The factual allegations of the information, stating that defendant "began cursing, using abusive language and making threats" to the complainant, fail to establish, if true, that defendant [*2]engaged in a course of conduct or repeatedly committed acts, in regard to this complainant, inasmuch as they describe a verbal outburst comprised of a single incident (see e.g. People v Wood, 59 NY2d 811). The same analysis also applies to defendant's actions in regard to the second complainant. The factual allegations of the information also fail to establish any of the elements of Penal Law § 240.26 (1) or (2) (cf. People v Todaro, 26 NY2d 325, 330 [1970]). Consequently, the count of the information charging defendant with harassment in the second degree is dismissed.

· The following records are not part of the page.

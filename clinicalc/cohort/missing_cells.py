"""Which cells say that nothing was measured: empty ones, NA, NaN, a lone point, and what the dictionary names."""

from collections.abc import Iterable

import numpy as np

from clinicalc.cohort.cells import read_number
from clinicalc.cohort.raw import Numbers, RawColumn
from clinicalc.cohort.sightings import Mask

ALWAYS_MISSING = frozenset({"na", "nan", "."})
"""Texts that mean "not measured" in every column, without regard to capitals; answers of their own go before them."""

MISSING_WORDS = frozenset({"missing", "unknown", "not measured", "none", "nk", "n/a", "-", "?", "null", "unk", "nd"})
"""Texts that are often written for it; they are asked about, or proposed, and never taken so unasked."""

MISSING_CODES = (-9.0, -1.0, -99.0, -999.0, -9999.0, -8.0, -7.0, 9.0, 99.0, 999.0, 9999.0, 99999.0, 888.0, 8888.0)
"""Numbers that are written for "not measured", where they are no possible value."""

_FAR = 5.0


def find_missing(raw: RawColumn, missing: Iterable[str] = (), answers: Iterable[str] = ()) -> Mask:
    """The cells without a value. `answers` are texts that mean something here, such as NA for a region."""
    stated = {text.strip().casefold() for text in missing}
    kept = {text.strip() for text in answers}
    absent = raw.empty()
    if raw.codes is not None:
        silent = [_is_silent(text, stated, kept) for text in raw.levels]
        if any(silent):
            # the last place stands for -1: no text
            absent |= np.array([*silent, False])[raw.codes]
    for number in {read_number(text, exactly=False) for text in stated} - {None}:
        absent |= raw.numbers == number
    return absent


def _is_silent(text: str, stated: set[str], kept: set[str]) -> bool:
    folded = text.casefold()
    return folded in stated or (folded in ALWAYS_MISSING and text not in kept)


def stray_codes(numbers: Numbers) -> tuple[float, ...]:
    """Codes among `numbers` (no NaN): below nought where nothing else is, or from 99 on and far above all others."""
    rest = numbers[~np.isin(numbers, MISSING_CODES)]
    if not len(rest):
        return ()
    low, high = float(rest.min()), float(rest.max())
    strays = (one for one in MISSING_CODES if (one < 0 <= low) or (one >= 99 and one > _FAR * high))
    return tuple(one for one in strays if (numbers == one).any())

A person is guilty of trespass "when he knowingly enters or remains unlawfully in or upon premises" (Penal Law § 140.05). The information alleges that, at or about 12:55 p.m. on May 30, 2010, defendant was ordered to "leave the hospital premises," refused to leave the hospital, and had to be escorted from the hospital—which resulted in the first trespass charge—and that, on the same day, at about 2:19 p.m., "defendant, entered onto hospital property"—which resulted in the second trespass charge. We find that so much of the information as stated that defendant was ordered to leave the hospital at 12:55 p.m. suffices to show that he "knowingly enter[ed]" the hospital "unlawfully" when he returned to the hospital property a little more than an hour later at 2:19 p.m. Consequently, the information is jurisdictionally sufficient with respect to the second trespass count.

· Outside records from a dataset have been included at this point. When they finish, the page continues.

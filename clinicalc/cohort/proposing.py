"""A dictionary proposed from a table's names, values and levels, every proposal with its reason in words."""

from dataclasses import replace

from clinicalc.coefficients.pointers import quoted
from clinicalc.coefficients.schema import ChoicePredictor, Predictor
from clinicalc.cohort.dictionary import ColumnEntry, DataDictionary, Role
from clinicalc.cohort.name_likeness import LIKE, likeness
from clinicalc.cohort.proposed_outcome import propose_outcome
from clinicalc.cohort.proposed_value import propose_value
from clinicalc.cohort.raw import RawTable

_LEAST_FIT = 0.5
"""A column whose cells fit a predictor worse is not proposed for it, whatever its name."""


def propose_dictionary(table: RawTable, predictors: tuple[Predictor, ...]) -> DataDictionary:
    """An entry for every column of the table, in its order, each with the reason in words; the outcome as it looks.

    A column is proposed for the predictor whose name its own is most like, where its cells fit: numbers that are
    usual in one of the quantity's units, texts that are its answers. An answer column whose texts are exactly the
    answers is proposed without regard to its name. What is proposed is to be read by a person, and not to be trusted.
    """
    chosen = _choose_columns(table, predictors)
    outcome = propose_outcome([raw for raw in table.columns if raw.name not in chosen])
    by_name = {entry.column: entry for entry in outcome.entries} | chosen
    entries = tuple(by_name.get(name, _ignored(name)) for name in table.names)
    return DataDictionary(table.file, outcome.plan, entries, outcome.column(Role.PERSON))


def _choose_columns(table: RawTable, predictors: tuple[Predictor, ...]) -> dict[str, ColumnEntry]:
    """The entries of the columns that are values, by column; each column and each predictor once."""
    named: list[tuple[float, ColumnEntry]] = []
    spoken: dict[str, list[ColumnEntry]] = {}
    for predictor in predictors:
        for raw in table.columns:
            alike = likeness(raw.name, predictor)
            if alike < LIKE and not isinstance(predictor, ChoicePredictor):
                continue
            proposal = propose_value(raw, predictor)
            entry = _with_reason(proposal.entry, alike, predictor)
            if alike >= LIKE and proposal.fit >= _LEAST_FIT:
                named.append((alike + proposal.fit, entry))
            elif alike < LIKE and proposal.speaks:
                spoken.setdefault(raw.name, []).append(entry)
    # texts alone decide only where they are the answers of one question
    alone = [entries[0] for entries in spoken.values() if len(entries) == 1]
    chosen: dict[str, ColumnEntry] = {}
    for entry in (*(entry for _, entry in sorted(named, key=lambda one: -one[0])), *alone):
        if entry.column not in chosen and all(one.predictor != entry.predictor for one in chosen.values()):
            chosen[entry.column] = entry
    return chosen


def _with_reason(entry: ColumnEntry, alike: float, predictor: Predictor) -> ColumnEntry:
    if alike == 1.0:
        why = f"It is named like {quoted(predictor.label)}."
    elif alike >= LIKE:
        why = f"Its name is like {quoted(predictor.label)}."
    else:
        why = f"Its texts are the answers to {quoted(predictor.label)}, though its name is not like it."
    return replace(entry, reason=f"{why} {entry.reason}".strip())


def _ignored(name: str) -> ColumnEntry:
    return ColumnEntry(name, Role.IGNORED, reason="Nothing in its name or its cells says what it is for.")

With respect to the first trespass count, defendant's challenge to the legal sufficiency of the evidence is unpreserved for appellate review (see CPL 470.05 [2]; People v Hawkins, 11 NY3d 484, 491-492 [2008]; People v Hines, 97 NY2d 56, 61 [2001]; People v Gray, 86 NY2d 10 [1995]). In any event, the evidence, viewed in the light most favorable to the People (see People v Contes, 60 NY2d 620, 621 [1983]), was legally sufficient to establish defendant's guilt beyond a reasonable doubt. The evidence established that, after the hospital security guard and the police officer had repeatedly ordered defendant to leave the hospital, defendant refused to leave and had to be escorted out by a police officer, thereby demonstrating that defendant "knowingly . . . remain[ed] unlawfully in" the hospital in violation of Penal Law § 140.05.

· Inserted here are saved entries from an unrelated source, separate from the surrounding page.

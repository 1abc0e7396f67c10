"""What is wrong with a table of people: one sentence a problem, graded."""

from dataclasses import dataclass
from enum import StrEnum

from clinicalc.assessment.findings import Grade


class ProblemCode(StrEnum):
    """What kind of problem it is; a window may sort by it."""

    NO_SUCH_COLUMN = "no_such_column"
    UNIT = "unit"
    TEXT_IN_NUMBERS = "text_in_numbers"
    IMPOSSIBLE = "impossible"
    UNUSUAL = "unusual"
    UNIT_MIXTURE = "unit_mixture"
    UNKNOWN_LEVEL = "unknown_level"
    UNUSED_LEVEL = "unused_level"
    CONSTANT = "constant"
    EMPTY = "empty"
    MISSING = "missing"
    MISSING_CODE = "missing_code"
    CONTRADICTION = "contradiction"
    DUPLICATE = "duplicate"
    NAMED_TWICE = "named_twice"
    NOT_A_DATE = "not_a_date"
    DATES_OUT_OF_ORDER = "dates_out_of_order"
    TIME_NOT_POSITIVE = "time_not_positive"
    EXIT_BEFORE_ENTRY = "exit_before_entry"
    EVENT_BEFORE_ENTRY = "event_before_entry"
    STATUS = "status"
    CODED_ONE_TWO = "coded_one_two"
    NO_EVENTS = "no_events"
    OUTCOME_MISSING = "outcome_missing"


@dataclass(frozen=True, slots=True)
class DataProblem:
    """One problem: the column, how many lines it is about, the first five of them by their number, the sentence."""

    gravity: Grade
    column: str
    code: ProblemCode
    count: int
    rows: tuple[int, ...]
    sentence: str
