"""Values of one person that contradict each other, by the cross-checks of the quantity table."""

from collections.abc import Iterator, Mapping, Sequence
from dataclasses import dataclass

import numpy as np

from clinicalc.assessment.findings import Grade
from clinicalc.coefficients.pointers import quoted
from clinicalc.cohort.measure import Measure
from clinicalc.cohort.problems import DataProblem, ProblemCode
from clinicalc.cohort.raw import Numbers
from clinicalc.cohort.sightings import Lines, Mask, name_column, see
from clinicalc.errors import UnitError
from clinicalc.units.conversion import conversion
from clinicalc.units.quantity import CrossCheck, cross_checks


@dataclass(frozen=True, slots=True, eq=False)
class MeasuredColumn:
    """Values of a number predictor in its own unit, with the name of the column they come from."""

    column: str
    measure: Measure
    values: Numbers


def find_contradictions(columns: Sequence[MeasuredColumn], lines: Lines) -> Iterator[DataProblem]:
    """A problem for each pair of columns of which the first may not exceed the second, and does in some line."""
    by_quantity: Mapping[str, list[MeasuredColumn]] = {one.measure.field.quantity.id: [] for one in columns}
    for one in columns:
        by_quantity[one.measure.field.quantity.id].append(one)
    for check in cross_checks():
        for lower in by_quantity.get(check.lower, []):
            for upper in by_quantity.get(check.upper, []):
                low, high = _in_base(lower, check.lower), _in_base(upper, check.upper)
                if low is not None and high is not None:
                    yield from _tell(check, lower, upper, _breaks(check, low, high), lines)


def _in_base(one: MeasuredColumn, id: str) -> Numbers | None:
    """The values in the base unit of their quantity, None where the unit does not lead there."""
    field = one.measure.field
    try:
        into = conversion(field.quantity, field.unit, field.quantity.unit, field.factor)
    except UnitError:
        return None
    return np.asarray(into.apply(one.values), dtype=np.float64)


def _breaks(check: CrossCheck, low: Numbers, high: Numbers) -> Mask:
    """Where the two do not stand in order; those near to each other are compared to nine digits, as at the bedside."""
    broken: Mask = low > high * (1.0 + 1e-8)
    near = np.flatnonzero(np.abs(low - high) <= 1e-8 * np.abs(high))
    broken[near] = [not check.holds(float(low[row]), float(high[row])) for row in near]
    return broken


def _tell(
    check: CrossCheck, lower: MeasuredColumn, upper: MeasuredColumn, broken: Mask, lines: Lines
) -> Iterator[DataProblem]:
    if not broken.any():
        return
    seen = see(broken, lines)
    low, high = float(lower.values[seen.first]), float(upper.values[seen.first])
    sentence = (
        f"{name_column(lower.column, lower.measure.field.label)} is {quoted(float(f'{low:.6g}'))} "
        f"{_unit(lower)}and {name_column(upper.column, upper.measure.field.label)[:1].lower()}"
        f"{name_column(upper.column, upper.measure.field.label)[1:]} {quoted(float(f'{high:.6g}'))} "
        f"{_unit(upper)}in line {seen.lines[0]}; {seen.words} they contradict each other. {check.message}"
    )
    yield DataProblem(Grade(check.grade), lower.column, ProblemCode.CONTRADICTION, seen.count, seen.lines, sentence)


def _unit(one: MeasuredColumn) -> str:
    spelling = one.measure.field.spelling
    return f"{spelling} " if spelling else ""
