"""The column of a question: each cell taken for one of its answers, and the texts that are none of them."""

from collections.abc import Iterator, Mapping

import numpy as np

from clinicalc.assessment.findings import Grade
from clinicalc.coefficients.pointers import listed, quoted, suggest
from clinicalc.coefficients.schema import ChoicePredictor, YesNoPredictor
from clinicalc.cohort.cells import read_number
from clinicalc.cohort.dictionary import ColumnEntry
from clinicalc.cohort.matching import Matched, match_cells
from clinicalc.cohort.missing_cells import MISSING_CODES, MISSING_WORDS, find_missing
from clinicalc.cohort.problems import DataProblem, ProblemCode
from clinicalc.cohort.raw import Numbers, RawColumn
from clinicalc.cohort.sightings import Lines, Mask, count_words, name_column, see

Question = ChoicePredictor | YesNoPredictor

_YES_NO = (("no", 0.0), ("yes", 1.0))
_YES_NO_WORDS = {"0": 0.0, "1": 1.0, "false": 0.0, "true": 1.0, "n": 0.0, "y": 1.0}


def answer_values(question: Question) -> tuple[tuple[str, str, float], ...]:
    """The answers as (id, label, value in a column): places from 0 for a choice, 1 and 0 for yes and no."""
    if isinstance(question, ChoicePredictor):
        return tuple((choice.id, choice.label, float(place)) for place, choice in enumerate(question.choices))
    return tuple((id, id.capitalize(), value) for id, value in _YES_NO)


def take_answer_column(
    raw: RawColumn, entry: ColumnEntry, question: Question, lines: Lines
) -> tuple[Numbers, Mask, tuple[DataProblem, ...]]:
    """The answers as numbers, NaN where missing or unknown; which cells were missing; and the problems."""
    meanings = _meanings(entry, question)
    missing = find_missing(raw, entry.missing, meanings)
    matched = match_cells(raw, meanings, missing)
    return matched.values, missing, tuple(_find_problems(raw.name, entry, question, meanings, matched, lines))


def _meanings(entry: ColumnEntry, question: Question) -> Mapping[str, float]:
    """What each text means: the dictionary's texts first, then ids, then labels; for yes and no their usual signs."""
    answers = answer_values(question)
    by_id = {id: value for id, _, value in answers}
    meanings = {text.strip(): by_id[id] for id, text in entry.levels if id in by_id}
    for id, label, value in answers:
        meanings.setdefault(id, value)
        meanings.setdefault(label.strip(), value)
    if isinstance(question, YesNoPredictor) and not entry.levels:
        meanings |= _YES_NO_WORDS
    return meanings


def _find_problems(
    column: str,
    entry: ColumnEntry,
    question: Question,
    meanings: Mapping[str, float],
    matched: Matched,
    lines: Lines,
) -> Iterator[DataProblem]:
    named = name_column(column, question.label)
    ids = [id for id, _, _ in answer_values(question)]
    for id, text in entry.levels:
        if id not in ids:
            said = f"{named}: {quoted(id)}, for which {quoted(text)} should stand, is no answer.{suggest(id, ids)}"
            yield DataProblem(Grade.STOP, column, ProblemCode.UNKNOWN_LEVEL, 0, (), said)
    if matched.where.any():
        seen = see(matched.where, lines)
        said = f"{named}: {count_words(matched.strangers)}, first in line {seen.lines[0]}, is none of its answers."
        said += _likely_answer(question, meanings, matched)
        yield DataProblem(Grade.STOP, column, ProblemCode.UNKNOWN_LEVEL, seen.count, seen.lines, said)
    elif len(set(matched.values[np.isfinite(matched.values)])) > 1:
        nobody = [id for id, _, value in answer_values(question) if not (matched.values == value).any()]
        if nobody:
            said = f"{named}: nobody has the answer {listed(map(quoted, nobody), 'or')}. No term can be fitted for it."
            yield DataProblem(Grade.CAUTION, column, ProblemCode.UNUSED_LEVEL, 0, (), said)


def _likely_answer(question: Question, meanings: Mapping[str, float], matched: Matched) -> str:
    texts = {text for text, _ in matched.found}
    if isinstance(question, YesNoPredictor) and texts == {"1", "2"}:
        return ' It is coded 1 and 2: say which is which, levels = {yes = "2", no = "1"} or the other way round.'
    word = matched.strangers[0][0]
    known = listed([quoted(text) for text in list(meanings)[:8]], "or")
    if word.casefold() in MISSING_WORDS or read_number(word) in MISSING_CODES:
        return (
            f" If it means that nothing was measured, name it: missing = [{quoted(word)}]. Else say what it stands for."
        )
    offered = suggest(word, meanings) or f" Taken are {known}."
    return f"{offered} Say what it stands for under levels, or correct the cells."
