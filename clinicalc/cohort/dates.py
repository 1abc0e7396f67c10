"""Dates in a column turned into days, and the texts that are no dates."""

import re
from collections.abc import Sequence
from dataclasses import dataclass
from datetime import date

import numpy as np

from clinicalc.cohort.missing_cells import find_missing
from clinicalc.cohort.raw import Numbers, RawColumn
from clinicalc.cohort.sightings import Mask

_YEAR_FIRST = re.compile(r"(\d{4})([-./])(\d{1,2})\2(\d{1,2})(?:[ T]\d{1,2}:\d{2}.*)?")
_YEAR_LAST = re.compile(r"(\d{1,2})([-./])(\d{1,2})\2(\d{4})(?: \d{1,2}:\d{2}.*)?")
_EARLIEST, _LATEST = date(1880, 1, 1), date(2100, 1, 1)


@dataclass(frozen=True, slots=True, eq=False)
class DateCells:
    """`days` counts from 1 January of the year 1, NaN where missing or no date; `odd` are cells that are no dates.

    `is_ambiguous` where no date tells whether the day or the month stands first: then all of them are odd.
    """

    days: Numbers
    odd: Mask
    is_ambiguous: bool


def take_dates(raw: RawColumn) -> DateCells:
    """The column as days: 2021-03-05, 20210305, or day and month first where the other dates tell which."""
    missing = find_missing(raw)
    order = _tell_order(raw.levels)
    days = np.full(len(raw.numbers), np.nan)
    if raw.codes is not None:
        read = np.array([_day(text, order) for text in raw.levels] + [np.nan])
        days = np.where(missing, np.nan, read[raw.codes])
    plain = np.isfinite(raw.numbers) & ~missing
    if plain.any():
        distinct, back = np.unique(raw.numbers[plain], return_inverse=True)
        days[plain] = np.array([_day_of_digits(float(number)) for number in distinct])[back]
    return DateCells(days, ~missing & np.isnan(days), order == "")


def _tell_order(texts: Sequence[str]) -> str:
    """Whether the day ("day") or the month ("month") stands first where the year stands last; "" where it is open."""
    pairs = [(int(found[1]), int(found[3])) for text in texts if (found := _YEAR_LAST.fullmatch(text))]
    days, months = any(first > 12 for first, _ in pairs), any(second > 12 for _, second in pairs)
    # "day" where nothing has to be decided: what does not fit is no date then
    return "" if pairs and not days and not months else "month" if months and not days else "day"


def _day(text: str, order: str) -> float:
    found = _YEAR_FIRST.fullmatch(text)
    if found:
        return _day_of(int(found[1]), int(found[3]), int(found[4]))
    found = _YEAR_LAST.fullmatch(text)
    if not found or not order:
        return np.nan
    first, second = int(found[1]), int(found[3])
    return _day_of(int(found[4]), *((second, first) if order == "day" else (first, second)))


def _day_of_digits(number: float) -> float:
    if not number.is_integer() or not 18_800_101 <= number <= 21_000_101:
        return np.nan
    digits = int(number)
    return _day_of(digits // 10_000, digits // 100 % 100, digits % 100)


def _day_of(year: int, month: int, day: int) -> float:
    try:
        found = date(year, month, day)
    except ValueError:
        return np.nan
    return float(found.toordinal()) if _EARLIEST <= found <= _LATEST else np.nan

Moreover, upon the exercise of our factual review power (see CPL 470.15 [5]; People v Danielson, 9 NY3d 342, 348-349 [2007]), while according great deference to the factfinder's opportunity to view the witnesses, hear their testimony, observe their demeanor, and assess their credibility (see People v Lane, 7 NY3d 888, 890 [2006]; People v Bleakley, 69 NY2d 490, 495 [1987]), we are satisfied that so much of the verdict as found defendant guilty of the second count of trespass was not against the weight of the evidence (see People v Romero, 7 NY3d 633, 643-646 [2006]).
Furthermore, inasmuch as defendant has not shown that any extraordinary circumstances exist, we find no reason to modify his sentence (see People v Hodges, 13 AD3d 979 [2004]; People v Dolphy, 257 AD2d 681 [1999]).
Accordingly, the judgment of conviction is modified by vacating the conviction of harassment in the second degree and dismissing that count of the accusatory instrument, and the judgment is otherwise affirmed.
Weston, J.P., Aliotta and Solomon, JJ., concur.